It hasn't worked because the approach misunderstands what's driving the behaviour. This guide covers the real cause, why telling your dog off is the wrong lever, and the two-part system that actually fixes it.
Counter surfing isn't defiance. It isn't your dog disrespecting you or testing boundaries. It's a scavenging instinct meeting an unmanaged environment.
Dogs are opportunistic. Their nose tells them the bench is where food lives. The first time they steal something, a piece of bread, a chicken thigh cooling before dinner, the wrapper from last night's takeaway, that moment becomes a lesson the dog won't forget. The bench produced food. The bench will produce food again. The sequence is complete and it's been logged.
This is a self-reinforcing behaviour loop. Every successful theft is its own training session, delivered with better timing and higher value than anything an owner would deliberately arrange. There's no unlearning it without intervention. You let the habit compound, or you stop it at the source.
The kitchen context concentrates all the triggers at once: strong food smells, owner distraction, surfaces at nose height. For most medium to large dogs, a kitchen bench is literally at nose level. Calling it bad behaviour misses what's happening. The dog is doing exactly what its instincts were built to do. The problem is that the environment has been allowing it.
In my sessions, counter surfing is almost always a management problem masquerading as a training problem. The dog isn't the issue, the unattended roast on the bench is.
The timing problem is fundamental. By the time you react, the dog has already eaten the reward. The sequence has completed: surface check, food found, food consumed. The behaviour produced exactly what the dog was after. Now you're adding noise and upset to the aftermath, but from the dog's perspective those two things are completely unconnected.
Dogs can't link cause and effect across more than a few seconds. Scolding a dog who stole something two minutes ago teaches them nothing about stealing. What it does teach them is that you sometimes become upset for reasons they can't identify. Over time, that erodes trust without changing the behaviour at all.
The "guilty look" owners often see isn't guilt. It's the dog reading your body language and producing appeasement signals: lowered head, tucked tail, avoiding eye contact. These are social behaviours designed to de-escalate tension. The dog has learned your tone signals something bad is coming, and it's responding to that signal.
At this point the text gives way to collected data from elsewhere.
def _shrinkage(slopes: np.ndarray, source: str, study, apparent_derivation, *, K: int) -> ShrinkageEstimate:
    """Bootstrap and heuristic uniform shrinkage factors from the replicate models' slopes (:func:`_shrinkage_slopes`)."""
    s_sd, s_lo, s_hi = _spread(slopes)
    # Heuristic shrinkage (van Houwelingen & le Cessie 1990), (chi2 - df) / chi2.
    # chi2 is the likelihood-ratio chi-square of the model the procedure selected
    # on all data against the null model: the fit the shrinkage would be applied to.
    # It is paired with two df.  The candidate df (every parameter the procedure
    # considered) is the honest one when variables were selected: selection picks
    # the columns that happen to fit these data best, so the selected model's chi2
    # carries the chance fit of all candidates, and charging only the final model's
    # df would overstate the factor (Steyerberg, Clinical Prediction Models, 2019,
    # recalled from memory).  The final-model df is shown for comparison; without
    # selection the two are equal.
    fit = apparent_derivation.fit
    chi2 = float(fit.lr_test.statistic)
    df_final = int(fit.lr_test.df)
    per_column = 1 if study.model.proportional else K - 1
    df_candidates = int(len(apparent_derivation.candidate_design.columns) * per_column)
    return ShrinkageEstimate(
        bootstrap=_mean(slopes), bootstrap_sd=s_sd, bootstrap_lower=s_lo, bootstrap_upper=s_hi, source=source,
        heuristic=heuristic_shrinkage(chi2, df_final), heuristic_candidates=heuristic_shrinkage(chi2, df_candidates),
        model_chi2=chi2, df_final=df_final, df_candidates=df_candidates, n_replicates=int(np.isfinite(slopes).sum()),
    )


def _selection_stability(study, apparent_derivation, terms_list: Sequence[tuple[str, ...]]) -> SelectionStability:
    """How often each candidate term, and each selected set, was chosen across the successful replicates."""
    candidates = tuple(t.name for t in apparent_derivation.candidate_design.terms)
    chosen = Counter(t for terms in terms_list for t in terms)
    set_counts: Counter[tuple[str, ...]] = Counter()
    first_seen: dict[tuple[str, ...], int] = {}
    for pos, terms in enumerate(terms_list):
        key_set = tuple(t for t in candidates if t in set(terms))
        set_counts[key_set] += 1
        first_seen.setdefault(key_set, pos)
    top = sorted(set_counts.items(), key=lambda kv: (-kv[1], first_seen[kv[0]]))[:10]
    return SelectionStability(
        candidate_terms=candidates,
        forced_terms=tuple(t for t in study.predictors.forced if t in candidates),
        apparent_terms=apparent_derivation.terms,
        times_selected={t: int(chosen.get(t, 0)) for t in candidates},
        n_replicates=len(terms_list),
        model_sizes=dict(sorted(Counter(len(t) for t in terms_list).items())),
        top_sets=tuple((t, int(c)) for t, c in top),
        method=study.selection.method,
    )


def _replicate_table(arrays: dict[str, dict[str, np.ndarray]], ok_ids: Sequence[int], keys: Sequence[str]) -> pd.DataFrame:
    """Long table of every successful replicate's measures: replicate, measure, sample, value."""
    long_rows = {
        "replicate": np.repeat(np.asarray(ok_ids, dtype=np.int64), 3 * len(keys)),
        "measure": np.tile(np.repeat(np.asarray(keys, dtype=object), 3), len(ok_ids)),
        "sample": np.tile(np.asarray(["bootstrap", "original", "out_of_bag"] * len(keys), dtype=object), len(ok_ids)),
        "value": np.asarray(
            [arrays[s][k][r] for r in range(len(ok_ids)) for k in keys for s in ("bootstrap", "original", "out_of_bag")],
            dtype=float,
        ),
    }
    replicate_values = pd.DataFrame(long_rows)
    replicate_values["measure"] = replicate_values["measure"].astype(str)
    replicate_values["sample"] = replicate_values["sample"].astype(str)
    return replicate_values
It has no idea the sandwich is involved.

Management has to come before training here because counter surfing is self-reinforcing. Every theft that happens during the training period resets progress. You can't out-train a behaviour that's actively rewarding itself faster than your sessions can counter it.
Three things make up solid kitchen management.
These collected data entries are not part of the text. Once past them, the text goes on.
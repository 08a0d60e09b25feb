"""Figures of the agreement stage.  They take its result objects and compute no statistics.

Both are Bland–Altman plots of differences against means.  By default they
show bins of pairs, not single pairs: rectangles of a grid over the mean and
the difference, shaded by how many people fall in each, with bins holding
fewer than ``min_cell_count`` people left out, so that no small group can be
picked out of the figure; the bias and limits-of-agreement lines use every
pair.  Where the study allows pair-level plots
(``output.pair_level_plots``) they are drawn by
:func:`riskvet.reporting.figures.performance.plot_bland_altman` instead.
The axes are named after the raters and predicted risks are shown in percent.
"""

from __future__ import annotations

import math
from dataclasses import dataclass
from typing import Any

import matplotlib as mpl
import numpy as np
from matplotlib.figure import Figure
from matplotlib.patches import Patch, Rectangle

from ...errors import RiskvetError, problem
from ...measures.agreement import BlandAltmanResult
from .performance import PALETTE, _REFERENCE, _STYLE, _new_figure, plot_bland_altman

__all__ = ["PairBins", "bin_pairs", "plot_item_agreement", "plot_risk_agreement"]

#: Bins across each axis tried for the grid; grids are tried finest first (most bins in all).
GRID_SIZES = (14, 12, 10, 8, 6, 5, 4, 3)

#: The finest grid is used whose drawn bins hold at least this share of the pairs.
DRAWN_SHARE = 0.8


@dataclass(frozen=True)
class PairBins:
    """Bins of (mean, difference) pairs as a figure draws them.

    Attributes
    ----------
    x_edges, y_edges : ndarray
        Bin edges of the means and of the differences (multiples of a round step).
    counts : ndarray
        People per bin, shape (len(x_edges) − 1, len(y_edges) − 1).
    drawn : ndarray of bool
        Bins drawn: those holding at least ``min_cell_count`` people.
    min_cell_count : int
        Bins holding fewer people are not drawn.
    """

    x_edges: np.ndarray
    y_edges: np.ndarray
    counts: np.ndarray
    drawn: np.ndarray
    min_cell_count: int

    def rectangles(self) -> list[tuple[float, float, float, float, int]]:
        """The drawn bins: (mean from, mean to, difference from, difference to, people)."""
        out = []
        for i, j in zip(*np.nonzero(self.drawn)):
            out.append((float(self.x_edges[i]), float(self.x_edges[i + 1]), float(self.y_edges[j]), float(self.y_edges[j + 1]),
                        int(self.counts[i, j])))
        return out


def _round_step(span: float, bins: int) -> float:
    raw = span / bins if span > 0 else 1.0
    power = 10.0 ** math.floor(math.log10(raw))
    return next(mult * power for mult in (1.0, 2.0, 2.5, 5.0, 10.0) if mult * power >= raw * (1 - 1e-12))


#: Spacings checked for readings on a lattice (whole numbers, halves, ...), largest first.
_LATTICES = (1.0, 0.5, 0.25, 0.2, 0.1, 0.05, 0.01)


def _lattice(values: np.ndarray) -> float | None:
    """The largest spacing of :data:`_LATTICES` that every value is a multiple of, if any."""
    for r in _LATTICES:
        if np.allclose(values / r, np.round(values / r), rtol=0, atol=1e-9):
            return r
    return None


def _edges(values: np.ndarray, bins: int) -> np.ndarray:
    """Bin edges a round step apart that never fall on a reading.

    Readings on a lattice (whole numbers, halves, ...) get a step that is a
    multiple of the lattice and edges half a lattice spacing off it; other
    readings get edges half a step either side of the step's multiples, so
    that a common value such as 0 is a bin's centre.
    """
    step = _round_step(float(np.ptp(values)), bins)
    r = _lattice(values)
    if r is not None:
        step = max(r, math.ceil(step / r - 1e-9) * r)
        shift = -r / 2
    else:
        shift = -step / 2
    first = math.floor((float(values.min()) - shift) / step)
    edges = shift + step * np.arange(first, first + 2 + math.ceil((float(values.max()) - float(values.min())) / step) + 1)
    while edges[-2] > float(values.max()):
        edges = edges[:-1]
    return edges


def bin_pairs(means: Any, differences: Any, *, min_cell_count: int) -> PairBins:
    """Bin (mean, difference) pairs for a Bland–Altman figure.

    Parameters
    ----------
    means, differences : array_like
        One value per pair.
    min_cell_count : int
        Bins holding fewer people are not drawn; 0 or 1 draws every bin that
        holds someone.

    Returns
    -------
    PairBins
        On the finest grid (:data:`GRID_SIZES` bins across each axis, most
        bins in all first) whose drawn bins hold at least
        :data:`DRAWN_SHARE` of the pairs, else the coarsest.  Edges are a
        round step apart (1, 2, 2.5 or 5 times a power of ten, or a multiple
        of the readings' spacing when they lie on one, such as whole
        numbers), placed so that they never fall on a reading and do not mark
        the smallest or largest one.
    """
    if isinstance(min_cell_count, bool) or not isinstance(min_cell_count, (int, np.integer)) or min_cell_count < 0:
        raise RiskvetError(problem("bin_pairs(min_cell_count=)", allowed="a whole number >= 0", received=min_cell_count))
    x = np.asarray(means, dtype=float)
    y = np.asarray(differences, dtype=float)
    if x.shape != y.shape or x.ndim != 1 or x.size == 0 or not (np.all(np.isfinite(x)) and np.all(np.isfinite(y))):
        raise RiskvetError(problem("bin_pairs(means, differences)", allowed="finite values of equal length, at least one",
                                   received=f"shapes {x.shape} and {y.shape}"))
    m = max(int(min_cell_count), 1)
    chosen = None
    grids = sorted(((nx, ny) for nx in GRID_SIZES for ny in GRID_SIZES), key=lambda g: (-g[0] * g[1], -g[1]))
    for nx, ny in grids:
        x_edges, y_edges = _edges(x, nx), _edges(y, ny)
        counts, _, _ = np.histogram2d(x, y, bins=(x_edges, y_edges))
        counts = counts.astype(np.int64)
        chosen = PairBins(x_edges=x_edges, y_edges=y_edges, counts=counts, drawn=counts >= m, min_cell_count=int(min_cell_count))
        if counts[counts >= m].sum() >= DRAWN_SHARE * x.size:
            break
    return chosen


def _classes(m: int) -> list[tuple[int, float]]:
    """Ranges of people per bin that share a shade: m to 2m − 1, 2m to 4m − 1, 4m to 8m − 1, 8m or more."""
    base = max(m, 1)
    return [(base, 2 * base), (2 * base, 4 * base), (4 * base, 8 * base), (8 * base, math.inf)]


def _class_label(lo: int, hi: float) -> str:
    return f"{lo} or more" if math.isinf(hi) else (f"{lo}" if hi - 1 == lo else f"{lo}–{int(hi) - 1}")


def _plot_binned(means: np.ndarray, differences: np.ndarray, lines: tuple[float, float, float], *, min_cell_count: int,
                 labels: tuple[str, str], units: str | None) -> Figure:
    bins = bin_pairs(means, differences, min_cell_count=min_cell_count)
    classes = _classes(min_cell_count)
    shades = (0.25, 0.45, 0.7, 0.95)
    unit = f" ({units})" if units else ""
    a, b = labels
    with mpl.rc_context(_STYLE):
        fig, axes = _new_figure(None, (5.8, 3.9))
        used = set()
        for x0, x1, y0, y1, count in bins.rectangles():
            k = next(i for i, (lo, hi) in enumerate(classes) if lo <= count < hi)
            used.add(k)
            axes.add_patch(Rectangle((x0, y0), x1 - x0, y1 - y0, facecolor=PALETTE[1], alpha=shades[k], edgecolor="white",
                                     linewidth=0.6, gid=f"bin:{count}", zorder=2))
        axes.axhline(0.0, color=_REFERENCE, linewidth=0.8, linestyle=":")
        bias, lower, upper = lines
        for name, value, style, colour in (("bias", bias, "-", PALETTE[0]), ("limits of agreement", lower, "--", PALETTE[2]),
                                           (None, upper, "--", PALETTE[2])):
            axes.axhline(value, color=colour, linestyle=style, linewidth=1.4, label=name, zorder=3)
            axes.annotate(f"{value:.3g}", xy=(1.0, value), xycoords=("axes fraction", "data"), xytext=(3, 0),
                          textcoords="offset points", va="center", fontsize=7.5, color=colour)
        xs = [x for r in bins.rectangles() for x in r[:2]] or [float(np.median(means))]
        ys = [y for r in bins.rectangles() for y in r[2:4]] + [0.0, bias, lower, upper]
        pad_x = 0.05 * (max(xs) - min(xs) or 1.0)
        pad_y = 0.08 * (max(ys) - min(ys) or 1.0)
        axes.set_xlim(min(xs) - pad_x, max(xs) + pad_x)
        axes.set_ylim(min(ys) - pad_y, max(ys) + pad_y)
        axes.set_xlabel(f"mean of {a} and {b}{unit}")
        axes.set_ylabel(f"{a} - {b}{unit}")
        lines_legend = axes.legend(loc="lower left", bbox_to_anchor=(0.0, 1.01), ncol=2, borderaxespad=0.0)
        axes.add_artist(lines_legend)
        handles = [Patch(facecolor=PALETTE[1], alpha=shades[k], label=_class_label(*classes[k])) for k in sorted(used)]
        if handles:
            axes.legend(handles=handles, title="people per bin", loc="upper left", bbox_to_anchor=(1.06, 1.0), borderaxespad=0.0)
    return fig


@dataclass(frozen=True)
class _Percent:
    """A Bland–Altman result on the percent scale (values × 100), for display only."""

    means: object
    differences: object
    bias: float
    lower: float
    upper: float
    bias_interval: tuple[float, float]
    lower_interval: tuple[float, float]
    upper_interval: tuple[float, float]
    confidence: float

    @classmethod
    def of(cls, r: BlandAltmanResult) -> "_Percent":
        return cls(
            means=r.means * 100, differences=r.differences * 100, bias=r.bias * 100, lower=r.lower * 100, upper=r.upper * 100,
            bias_interval=tuple(v * 100 for v in r.bias_interval), lower_interval=tuple(v * 100 for v in r.lower_interval),
            upper_interval=tuple(v * 100 for v in r.upper_interval), confidence=r.confidence,
        )


def _draw(result: Any, *, pair_level: bool, min_cell_count: int, labels: tuple[str, str], units: str | None) -> Figure:
    if pair_level:
        return plot_bland_altman(result, units=units, labels=labels)
    return _plot_binned(np.asarray(result.means, dtype=float), np.asarray(result.differences, dtype=float),
                        (float(result.bias), float(result.lower), float(result.upper)),
                        min_cell_count=min_cell_count, labels=labels, units=units)


def plot_item_agreement(item: Any, *, pair_level: bool = False) -> Figure:
    """Bland–Altman plot of a continuous rated item, rater_a − rater_b.

    Parameters
    ----------
    item : ItemAgreement
        A continuous item from :func:`riskvet.chain.stages.agreement.assess`
        (any object with ``name``, ``rater_a``, ``rater_b``,
        ``min_cell_count`` and a ``bland_altman`` result).
    pair_level : bool, default False
        Mark single pairs (only where the study allows pair-level plots);
        by default bins of pairs, bins under ``item.min_cell_count`` people
        not drawn (:func:`bin_pairs`).

    Returns
    -------
    matplotlib.figure.Figure

    References
    ----------
    Bland JM, Altman DG. Statistical methods for assessing agreement between
    two methods of clinical measurement. Lancet 1986; 327(8476): 307–310.
    """
    ba = getattr(item, "bland_altman", None)
    if not isinstance(ba, BlandAltmanResult) or not all(hasattr(item, a) for a in ("name", "rater_a", "rater_b", "min_cell_count")):
        known = all(hasattr(item, a) for a in ("name", "scale"))
        received = f"item {item.name!r} of scale {item.scale!r}" if known else type(item).__name__
        raise RiskvetError(problem("plot_item_agreement(item)", allowed="the ItemAgreement of a continuous item", received=received))
    fig = _draw(ba, pair_level=pair_level, min_cell_count=item.min_cell_count, labels=(item.rater_a, item.rater_b), units=None)
    fig.axes[0].set_title(f"{item.name} (n = {ba.n})", loc="left", pad=28)
    return fig


def plot_risk_agreement(cut: Any, *, pair_level: bool = False) -> Figure:
    """Bland–Altman plot of the predicted risk of one cut from each rater's readings, in percent.

    Parameters
    ----------
    cut : CutRiskAgreement
        One cut of :attr:`riskvet.chain.stages.agreement.RiskAgreement.cuts`
        (any object with a ``label``, ``min_cell_count`` and a ``risks``
        Bland–Altman result).
    pair_level : bool, default False
        Mark single pairs; by default bins of pairs (:func:`bin_pairs`).

    Returns
    -------
    matplotlib.figure.Figure
        Means in percent, differences in percentage points.

    References
    ----------
    Bland JM, Altman DG. Statistical methods for assessing agreement between
    two methods of clinical measurement. Lancet 1986; 327(8476): 307–310.
    """
    if not isinstance(getattr(cut, "risks", None), BlandAltmanResult) or not hasattr(cut, "label") or not hasattr(cut, "min_cell_count"):
        raise RiskvetError(problem("plot_risk_agreement(cut)", allowed="a CutRiskAgreement", received=type(cut).__name__))
    fig = _draw(_Percent.of(cut.risks), pair_level=pair_level, min_cell_count=cut.min_cell_count,
                labels=("risk from rater_a", "risk from rater_b"), units="%")
    fig.axes[0].set_title(f"Predicted risk of '{cut.label}' (n = {cut.risks.n})", loc="left", pad=28)
    return fig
Clear the bench as a non-negotiable habit. Nothing of value left at nose height or reachable by jumping. This isn't about controlling the dog, it's about removing the variable that makes the behaviour rewarding. The bench needs to be boring. A dog who checks a surface and finds nothing interesting will eventually stop checking.
Physical barriers when you can't supervise. A baby gate or closed kitchen door when cooking is happening or when you're not watching. This isn't admitting defeat. It's interrupting the habit loop before the reward occurs, preventing the behaviour from practising itself while you build the replacement.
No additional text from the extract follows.